Segment Start: Data extracts

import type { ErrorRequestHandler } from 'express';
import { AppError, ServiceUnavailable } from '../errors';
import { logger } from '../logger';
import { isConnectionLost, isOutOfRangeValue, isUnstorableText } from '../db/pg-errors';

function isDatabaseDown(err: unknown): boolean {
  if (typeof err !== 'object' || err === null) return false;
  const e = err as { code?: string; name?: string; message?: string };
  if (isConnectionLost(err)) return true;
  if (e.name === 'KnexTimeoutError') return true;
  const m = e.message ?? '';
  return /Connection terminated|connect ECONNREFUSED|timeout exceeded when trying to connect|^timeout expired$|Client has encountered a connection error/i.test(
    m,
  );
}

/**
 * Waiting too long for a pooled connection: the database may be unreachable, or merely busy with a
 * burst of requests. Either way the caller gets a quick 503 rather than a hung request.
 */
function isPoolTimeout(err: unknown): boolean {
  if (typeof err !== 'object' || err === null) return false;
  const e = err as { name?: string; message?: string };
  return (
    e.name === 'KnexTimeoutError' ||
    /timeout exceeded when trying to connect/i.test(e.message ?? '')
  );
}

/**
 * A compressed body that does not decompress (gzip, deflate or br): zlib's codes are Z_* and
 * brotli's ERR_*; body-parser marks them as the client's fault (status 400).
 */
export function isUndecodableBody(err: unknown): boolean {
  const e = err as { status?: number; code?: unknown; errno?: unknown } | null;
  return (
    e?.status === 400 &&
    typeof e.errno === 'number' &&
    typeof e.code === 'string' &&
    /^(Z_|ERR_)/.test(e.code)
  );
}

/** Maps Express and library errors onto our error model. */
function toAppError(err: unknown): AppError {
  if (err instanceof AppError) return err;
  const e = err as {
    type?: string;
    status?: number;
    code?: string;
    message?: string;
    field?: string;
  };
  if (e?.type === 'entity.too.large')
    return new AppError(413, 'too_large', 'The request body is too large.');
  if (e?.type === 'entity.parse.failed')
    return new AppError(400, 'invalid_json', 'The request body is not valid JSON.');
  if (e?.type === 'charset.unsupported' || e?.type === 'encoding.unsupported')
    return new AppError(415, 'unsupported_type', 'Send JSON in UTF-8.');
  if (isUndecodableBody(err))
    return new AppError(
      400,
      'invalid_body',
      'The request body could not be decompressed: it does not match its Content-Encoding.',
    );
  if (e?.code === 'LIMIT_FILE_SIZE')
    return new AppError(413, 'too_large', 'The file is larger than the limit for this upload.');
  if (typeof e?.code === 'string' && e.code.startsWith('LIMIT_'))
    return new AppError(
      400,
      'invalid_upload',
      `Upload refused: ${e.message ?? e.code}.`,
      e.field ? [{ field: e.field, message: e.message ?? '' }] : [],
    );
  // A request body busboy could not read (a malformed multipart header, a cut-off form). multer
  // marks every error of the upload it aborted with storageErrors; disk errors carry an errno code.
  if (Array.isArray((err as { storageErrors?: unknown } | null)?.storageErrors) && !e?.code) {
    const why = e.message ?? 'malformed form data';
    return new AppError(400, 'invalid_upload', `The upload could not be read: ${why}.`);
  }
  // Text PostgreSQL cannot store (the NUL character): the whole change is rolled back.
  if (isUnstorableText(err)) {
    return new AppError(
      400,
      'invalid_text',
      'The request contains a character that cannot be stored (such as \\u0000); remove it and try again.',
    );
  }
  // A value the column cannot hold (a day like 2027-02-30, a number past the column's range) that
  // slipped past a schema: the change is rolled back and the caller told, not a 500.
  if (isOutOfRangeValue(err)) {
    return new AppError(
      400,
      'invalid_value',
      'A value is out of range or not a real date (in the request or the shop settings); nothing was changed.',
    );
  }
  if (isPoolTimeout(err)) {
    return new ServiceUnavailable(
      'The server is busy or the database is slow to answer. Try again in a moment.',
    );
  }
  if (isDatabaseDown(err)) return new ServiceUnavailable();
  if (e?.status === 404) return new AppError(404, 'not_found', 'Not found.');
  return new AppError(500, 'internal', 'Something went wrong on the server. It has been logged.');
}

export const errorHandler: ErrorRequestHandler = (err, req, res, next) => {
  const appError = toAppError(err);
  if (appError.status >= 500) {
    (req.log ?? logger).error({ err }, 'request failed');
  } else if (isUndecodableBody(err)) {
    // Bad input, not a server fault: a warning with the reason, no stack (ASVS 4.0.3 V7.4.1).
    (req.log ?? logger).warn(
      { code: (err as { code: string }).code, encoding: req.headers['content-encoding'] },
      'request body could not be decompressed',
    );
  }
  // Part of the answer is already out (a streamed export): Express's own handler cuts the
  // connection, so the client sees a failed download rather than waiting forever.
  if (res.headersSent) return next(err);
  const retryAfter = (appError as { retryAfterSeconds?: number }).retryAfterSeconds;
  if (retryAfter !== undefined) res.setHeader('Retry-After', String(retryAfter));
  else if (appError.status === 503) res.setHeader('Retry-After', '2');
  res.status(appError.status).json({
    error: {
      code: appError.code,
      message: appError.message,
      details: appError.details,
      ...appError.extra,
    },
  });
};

Segment End: Data extracts
Segment Start: Data extracts

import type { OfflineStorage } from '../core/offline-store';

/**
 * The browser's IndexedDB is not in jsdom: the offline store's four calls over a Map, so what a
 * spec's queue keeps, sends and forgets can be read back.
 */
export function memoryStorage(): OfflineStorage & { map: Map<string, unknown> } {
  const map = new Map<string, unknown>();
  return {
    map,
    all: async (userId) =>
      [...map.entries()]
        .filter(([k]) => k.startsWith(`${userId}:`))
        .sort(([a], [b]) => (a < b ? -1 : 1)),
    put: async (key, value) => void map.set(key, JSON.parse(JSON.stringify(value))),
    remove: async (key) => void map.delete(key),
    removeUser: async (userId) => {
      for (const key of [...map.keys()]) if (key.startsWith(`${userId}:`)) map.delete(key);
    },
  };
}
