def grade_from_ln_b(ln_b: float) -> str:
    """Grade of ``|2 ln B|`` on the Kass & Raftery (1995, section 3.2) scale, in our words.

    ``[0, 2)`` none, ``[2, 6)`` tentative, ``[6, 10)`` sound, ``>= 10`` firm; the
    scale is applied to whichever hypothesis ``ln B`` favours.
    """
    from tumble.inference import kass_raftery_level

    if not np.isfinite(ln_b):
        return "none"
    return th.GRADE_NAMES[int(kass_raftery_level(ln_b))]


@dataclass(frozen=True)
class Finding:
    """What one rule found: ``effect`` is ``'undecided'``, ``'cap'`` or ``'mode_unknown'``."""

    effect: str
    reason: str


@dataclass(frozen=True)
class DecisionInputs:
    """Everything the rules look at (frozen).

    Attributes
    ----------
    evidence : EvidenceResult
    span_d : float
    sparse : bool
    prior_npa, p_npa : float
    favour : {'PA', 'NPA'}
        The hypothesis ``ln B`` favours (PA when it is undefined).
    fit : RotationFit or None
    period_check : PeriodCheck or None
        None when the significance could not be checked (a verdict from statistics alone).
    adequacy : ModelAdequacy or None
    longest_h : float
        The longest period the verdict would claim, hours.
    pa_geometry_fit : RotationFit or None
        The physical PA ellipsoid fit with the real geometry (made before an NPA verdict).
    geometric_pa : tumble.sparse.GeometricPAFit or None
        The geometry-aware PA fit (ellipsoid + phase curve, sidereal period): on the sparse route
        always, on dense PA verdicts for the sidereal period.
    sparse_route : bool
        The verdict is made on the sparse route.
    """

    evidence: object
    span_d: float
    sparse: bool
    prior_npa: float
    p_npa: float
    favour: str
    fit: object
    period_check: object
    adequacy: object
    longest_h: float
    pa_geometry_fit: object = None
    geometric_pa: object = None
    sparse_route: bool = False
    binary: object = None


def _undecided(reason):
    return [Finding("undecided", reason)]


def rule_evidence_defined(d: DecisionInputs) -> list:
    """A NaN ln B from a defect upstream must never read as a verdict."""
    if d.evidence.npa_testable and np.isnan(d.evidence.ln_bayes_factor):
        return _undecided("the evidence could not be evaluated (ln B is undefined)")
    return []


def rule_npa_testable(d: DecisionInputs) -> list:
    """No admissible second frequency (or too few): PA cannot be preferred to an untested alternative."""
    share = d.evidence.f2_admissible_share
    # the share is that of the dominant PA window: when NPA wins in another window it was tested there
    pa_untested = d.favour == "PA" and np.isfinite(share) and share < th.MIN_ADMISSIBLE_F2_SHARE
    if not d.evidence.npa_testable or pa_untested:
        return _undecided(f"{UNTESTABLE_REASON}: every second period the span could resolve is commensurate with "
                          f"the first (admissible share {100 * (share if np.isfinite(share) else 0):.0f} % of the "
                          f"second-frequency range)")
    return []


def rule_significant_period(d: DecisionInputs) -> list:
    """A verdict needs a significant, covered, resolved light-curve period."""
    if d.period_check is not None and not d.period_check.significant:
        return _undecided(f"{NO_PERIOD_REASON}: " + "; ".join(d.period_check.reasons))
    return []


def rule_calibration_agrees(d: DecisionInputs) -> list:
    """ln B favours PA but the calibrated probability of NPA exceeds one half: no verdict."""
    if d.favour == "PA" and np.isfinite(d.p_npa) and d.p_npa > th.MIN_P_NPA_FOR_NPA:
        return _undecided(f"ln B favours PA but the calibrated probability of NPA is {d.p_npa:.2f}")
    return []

Segment End: Data extracts
Segment Start: Data extracts

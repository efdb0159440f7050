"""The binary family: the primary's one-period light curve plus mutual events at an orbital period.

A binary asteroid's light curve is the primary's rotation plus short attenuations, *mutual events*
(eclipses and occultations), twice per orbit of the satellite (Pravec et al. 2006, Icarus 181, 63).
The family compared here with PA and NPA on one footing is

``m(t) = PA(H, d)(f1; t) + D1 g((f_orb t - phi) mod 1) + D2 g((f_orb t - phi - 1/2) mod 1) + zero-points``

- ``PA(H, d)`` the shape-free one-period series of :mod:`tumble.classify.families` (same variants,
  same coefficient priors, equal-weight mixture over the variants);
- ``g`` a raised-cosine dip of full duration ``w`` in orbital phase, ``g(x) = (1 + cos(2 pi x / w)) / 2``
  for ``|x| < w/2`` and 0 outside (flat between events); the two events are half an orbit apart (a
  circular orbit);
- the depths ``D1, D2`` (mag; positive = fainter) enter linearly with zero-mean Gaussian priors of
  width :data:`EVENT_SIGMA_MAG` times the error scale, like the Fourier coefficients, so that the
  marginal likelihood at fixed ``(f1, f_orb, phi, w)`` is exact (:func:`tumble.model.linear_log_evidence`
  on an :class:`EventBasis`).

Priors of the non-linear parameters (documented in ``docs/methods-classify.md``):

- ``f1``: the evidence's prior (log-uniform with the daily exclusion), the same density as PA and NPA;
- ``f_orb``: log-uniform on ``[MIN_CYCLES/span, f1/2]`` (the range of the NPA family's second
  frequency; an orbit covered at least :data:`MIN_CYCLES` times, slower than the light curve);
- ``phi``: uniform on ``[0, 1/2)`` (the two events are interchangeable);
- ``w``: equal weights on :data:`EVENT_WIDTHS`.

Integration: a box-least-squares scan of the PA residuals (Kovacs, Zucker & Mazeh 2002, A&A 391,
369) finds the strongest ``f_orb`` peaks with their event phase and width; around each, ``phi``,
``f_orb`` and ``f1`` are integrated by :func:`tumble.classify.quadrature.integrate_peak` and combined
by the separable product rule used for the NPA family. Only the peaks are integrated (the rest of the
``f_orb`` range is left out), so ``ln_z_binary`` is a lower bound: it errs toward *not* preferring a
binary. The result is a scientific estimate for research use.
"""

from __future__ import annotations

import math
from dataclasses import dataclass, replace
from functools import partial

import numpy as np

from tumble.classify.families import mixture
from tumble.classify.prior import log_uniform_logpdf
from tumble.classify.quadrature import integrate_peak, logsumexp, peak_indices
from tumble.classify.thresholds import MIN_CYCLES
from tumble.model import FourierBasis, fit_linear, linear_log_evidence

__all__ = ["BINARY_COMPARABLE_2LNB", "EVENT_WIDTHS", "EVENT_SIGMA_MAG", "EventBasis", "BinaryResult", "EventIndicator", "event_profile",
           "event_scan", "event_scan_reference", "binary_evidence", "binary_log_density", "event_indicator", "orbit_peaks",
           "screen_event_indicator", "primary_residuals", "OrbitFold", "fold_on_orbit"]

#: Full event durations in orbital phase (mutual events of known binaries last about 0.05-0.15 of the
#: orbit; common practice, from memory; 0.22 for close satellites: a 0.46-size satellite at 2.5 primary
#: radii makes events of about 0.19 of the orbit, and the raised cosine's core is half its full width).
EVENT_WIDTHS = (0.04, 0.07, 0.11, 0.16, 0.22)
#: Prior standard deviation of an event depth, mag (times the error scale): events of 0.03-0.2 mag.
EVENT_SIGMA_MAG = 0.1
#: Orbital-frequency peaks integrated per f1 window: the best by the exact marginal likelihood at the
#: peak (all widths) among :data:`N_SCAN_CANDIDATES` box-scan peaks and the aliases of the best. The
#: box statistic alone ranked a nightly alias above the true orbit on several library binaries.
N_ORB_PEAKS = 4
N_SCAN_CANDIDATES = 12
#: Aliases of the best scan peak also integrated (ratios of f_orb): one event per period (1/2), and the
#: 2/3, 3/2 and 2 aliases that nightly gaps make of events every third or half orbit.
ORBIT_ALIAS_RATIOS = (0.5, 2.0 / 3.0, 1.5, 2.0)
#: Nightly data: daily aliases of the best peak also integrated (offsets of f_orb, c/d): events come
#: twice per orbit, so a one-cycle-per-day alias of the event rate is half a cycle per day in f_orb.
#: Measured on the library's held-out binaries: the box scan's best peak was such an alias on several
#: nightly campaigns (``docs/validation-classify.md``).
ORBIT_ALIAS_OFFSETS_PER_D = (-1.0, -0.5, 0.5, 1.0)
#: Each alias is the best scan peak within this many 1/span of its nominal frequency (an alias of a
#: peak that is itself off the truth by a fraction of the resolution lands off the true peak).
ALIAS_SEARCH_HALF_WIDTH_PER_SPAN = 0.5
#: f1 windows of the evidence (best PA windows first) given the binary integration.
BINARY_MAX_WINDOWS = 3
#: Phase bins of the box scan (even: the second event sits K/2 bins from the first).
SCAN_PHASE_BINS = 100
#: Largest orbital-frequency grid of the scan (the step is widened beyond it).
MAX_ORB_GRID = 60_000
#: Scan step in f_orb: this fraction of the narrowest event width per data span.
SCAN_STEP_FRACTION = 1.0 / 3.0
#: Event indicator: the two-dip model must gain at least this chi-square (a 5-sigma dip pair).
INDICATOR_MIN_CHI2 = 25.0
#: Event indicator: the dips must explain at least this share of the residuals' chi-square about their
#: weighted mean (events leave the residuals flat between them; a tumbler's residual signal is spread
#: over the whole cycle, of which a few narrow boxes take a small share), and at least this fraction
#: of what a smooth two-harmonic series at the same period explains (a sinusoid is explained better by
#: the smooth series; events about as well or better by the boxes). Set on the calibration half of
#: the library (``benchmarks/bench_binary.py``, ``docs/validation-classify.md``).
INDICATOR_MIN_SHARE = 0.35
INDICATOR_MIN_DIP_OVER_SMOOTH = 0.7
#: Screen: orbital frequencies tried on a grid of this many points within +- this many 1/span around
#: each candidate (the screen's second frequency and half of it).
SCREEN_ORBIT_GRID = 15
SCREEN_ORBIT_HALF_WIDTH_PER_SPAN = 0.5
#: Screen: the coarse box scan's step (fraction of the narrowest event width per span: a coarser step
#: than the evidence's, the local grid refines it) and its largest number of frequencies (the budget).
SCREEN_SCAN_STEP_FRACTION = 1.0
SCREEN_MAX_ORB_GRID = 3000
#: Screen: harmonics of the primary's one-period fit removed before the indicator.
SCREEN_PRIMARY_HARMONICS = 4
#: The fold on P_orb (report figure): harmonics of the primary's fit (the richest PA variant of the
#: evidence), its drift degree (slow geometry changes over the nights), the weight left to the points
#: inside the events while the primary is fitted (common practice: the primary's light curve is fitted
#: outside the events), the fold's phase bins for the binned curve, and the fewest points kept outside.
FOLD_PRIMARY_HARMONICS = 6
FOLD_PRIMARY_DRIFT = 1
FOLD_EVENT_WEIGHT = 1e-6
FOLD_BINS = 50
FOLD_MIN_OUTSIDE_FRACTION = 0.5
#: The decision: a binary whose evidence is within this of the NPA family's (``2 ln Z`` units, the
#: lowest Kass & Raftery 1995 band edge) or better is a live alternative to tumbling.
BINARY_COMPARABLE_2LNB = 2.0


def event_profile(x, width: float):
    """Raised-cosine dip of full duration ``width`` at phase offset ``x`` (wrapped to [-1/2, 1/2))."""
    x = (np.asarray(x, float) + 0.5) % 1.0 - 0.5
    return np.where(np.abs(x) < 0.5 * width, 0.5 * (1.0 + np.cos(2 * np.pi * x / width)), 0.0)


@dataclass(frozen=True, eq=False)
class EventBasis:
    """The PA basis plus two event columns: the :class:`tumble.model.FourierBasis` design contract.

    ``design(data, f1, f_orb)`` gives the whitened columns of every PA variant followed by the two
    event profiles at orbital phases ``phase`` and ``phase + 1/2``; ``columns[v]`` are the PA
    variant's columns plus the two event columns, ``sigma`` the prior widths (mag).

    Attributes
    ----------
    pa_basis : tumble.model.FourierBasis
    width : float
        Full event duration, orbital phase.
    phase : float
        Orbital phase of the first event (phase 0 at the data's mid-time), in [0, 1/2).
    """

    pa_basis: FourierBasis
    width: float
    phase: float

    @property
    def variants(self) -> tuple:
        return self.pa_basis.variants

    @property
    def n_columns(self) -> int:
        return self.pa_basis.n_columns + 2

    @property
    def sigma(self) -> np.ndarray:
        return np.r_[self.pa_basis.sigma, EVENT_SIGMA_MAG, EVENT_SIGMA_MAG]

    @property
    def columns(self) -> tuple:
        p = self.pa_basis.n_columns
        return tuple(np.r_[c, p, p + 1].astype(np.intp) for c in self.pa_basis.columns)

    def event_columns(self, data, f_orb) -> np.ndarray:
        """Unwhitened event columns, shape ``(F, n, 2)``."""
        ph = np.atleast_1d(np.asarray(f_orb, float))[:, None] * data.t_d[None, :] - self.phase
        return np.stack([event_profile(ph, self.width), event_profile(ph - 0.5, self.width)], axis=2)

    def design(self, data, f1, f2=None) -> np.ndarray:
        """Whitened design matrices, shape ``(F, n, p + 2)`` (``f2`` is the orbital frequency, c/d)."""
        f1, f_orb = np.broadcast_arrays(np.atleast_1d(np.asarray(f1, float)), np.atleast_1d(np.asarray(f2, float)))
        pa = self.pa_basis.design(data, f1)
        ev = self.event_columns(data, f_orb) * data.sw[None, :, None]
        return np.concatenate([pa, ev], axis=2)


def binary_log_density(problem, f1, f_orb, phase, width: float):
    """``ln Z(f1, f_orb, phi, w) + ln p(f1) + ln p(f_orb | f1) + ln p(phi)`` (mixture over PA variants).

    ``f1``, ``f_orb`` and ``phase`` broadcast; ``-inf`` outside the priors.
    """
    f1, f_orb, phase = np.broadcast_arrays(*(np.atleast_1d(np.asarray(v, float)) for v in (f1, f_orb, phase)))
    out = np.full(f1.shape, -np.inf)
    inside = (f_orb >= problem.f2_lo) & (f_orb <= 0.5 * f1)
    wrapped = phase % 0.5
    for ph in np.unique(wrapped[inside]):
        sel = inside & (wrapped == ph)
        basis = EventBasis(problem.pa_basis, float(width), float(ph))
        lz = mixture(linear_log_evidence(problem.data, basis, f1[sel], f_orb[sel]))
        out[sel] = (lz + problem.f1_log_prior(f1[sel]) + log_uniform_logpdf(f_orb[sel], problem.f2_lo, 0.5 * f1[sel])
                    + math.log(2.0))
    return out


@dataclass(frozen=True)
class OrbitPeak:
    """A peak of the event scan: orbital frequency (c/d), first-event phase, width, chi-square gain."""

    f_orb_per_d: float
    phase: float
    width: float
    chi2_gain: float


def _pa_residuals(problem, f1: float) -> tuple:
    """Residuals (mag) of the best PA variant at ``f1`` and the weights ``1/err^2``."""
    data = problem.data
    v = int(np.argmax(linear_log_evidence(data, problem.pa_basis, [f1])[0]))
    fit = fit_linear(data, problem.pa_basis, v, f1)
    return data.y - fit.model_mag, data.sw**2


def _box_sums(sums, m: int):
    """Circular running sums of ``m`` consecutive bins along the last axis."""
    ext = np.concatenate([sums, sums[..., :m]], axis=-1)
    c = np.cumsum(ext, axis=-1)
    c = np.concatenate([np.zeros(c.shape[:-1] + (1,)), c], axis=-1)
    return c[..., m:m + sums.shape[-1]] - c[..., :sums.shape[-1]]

Segment End: Data extracts

Looking at the data above, return every line from the one with "SCAN_PHASE_BINS = 100" down to the one with "#: inside the", exactly and inclusively.

Response:
SCAN_PHASE_BINS = 100
#: Largest orbital-frequency grid of the scan (the step is widened beyond it).
MAX_ORB_GRID = 60_000
#: Scan step in f_orb: this fraction of the narrowest event width per data span.
SCAN_STEP_FRACTION = 1.0 / 3.0
#: Event indicator: the two-dip model must gain at least this chi-square (a 5-sigma dip pair).
INDICATOR_MIN_CHI2 = 25.0
#: Event indicator: the dips must explain at least this share of the residuals' chi-square about their
#: weighted mean (events leave the residuals flat between them; a tumbler's residual signal is spread
#: over the whole cycle, of which a few narrow boxes take a small share), and at least this fraction
#: of what a smooth two-harmonic series at the same period explains (a sinusoid is explained better by
#: the smooth series; events about as well or better by the boxes). Set on the calibration half of
#: the library (``benchmarks/bench_binary.py``, ``docs/validation-classify.md``).
INDICATOR_MIN_SHARE = 0.35
INDICATOR_MIN_DIP_OVER_SMOOTH = 0.7
#: Screen: orbital frequencies tried on a grid of this many points within +- this many 1/span around
#: each candidate (the screen's second frequency and half of it).
SCREEN_ORBIT_GRID = 15
SCREEN_ORBIT_HALF_WIDTH_PER_SPAN = 0.5
#: Screen: the coarse box scan's step (fraction of the narrowest event width per span: a coarser step
#: than the evidence's, the local grid refines it) and its largest number of frequencies (the budget).
SCREEN_SCAN_STEP_FRACTION = 1.0
SCREEN_MAX_ORB_GRID = 3000
#: Screen: harmonics of the primary's one-period fit removed before the indicator.
SCREEN_PRIMARY_HARMONICS = 4
#: The fold on P_orb (report figure): harmonics of the primary's fit (the richest PA variant of the
#: evidence), its drift degree (slow geometry changes over the nights), the weight left to the points
#: inside the events while the primary is fitted (common practice: the primary's light curve is fitted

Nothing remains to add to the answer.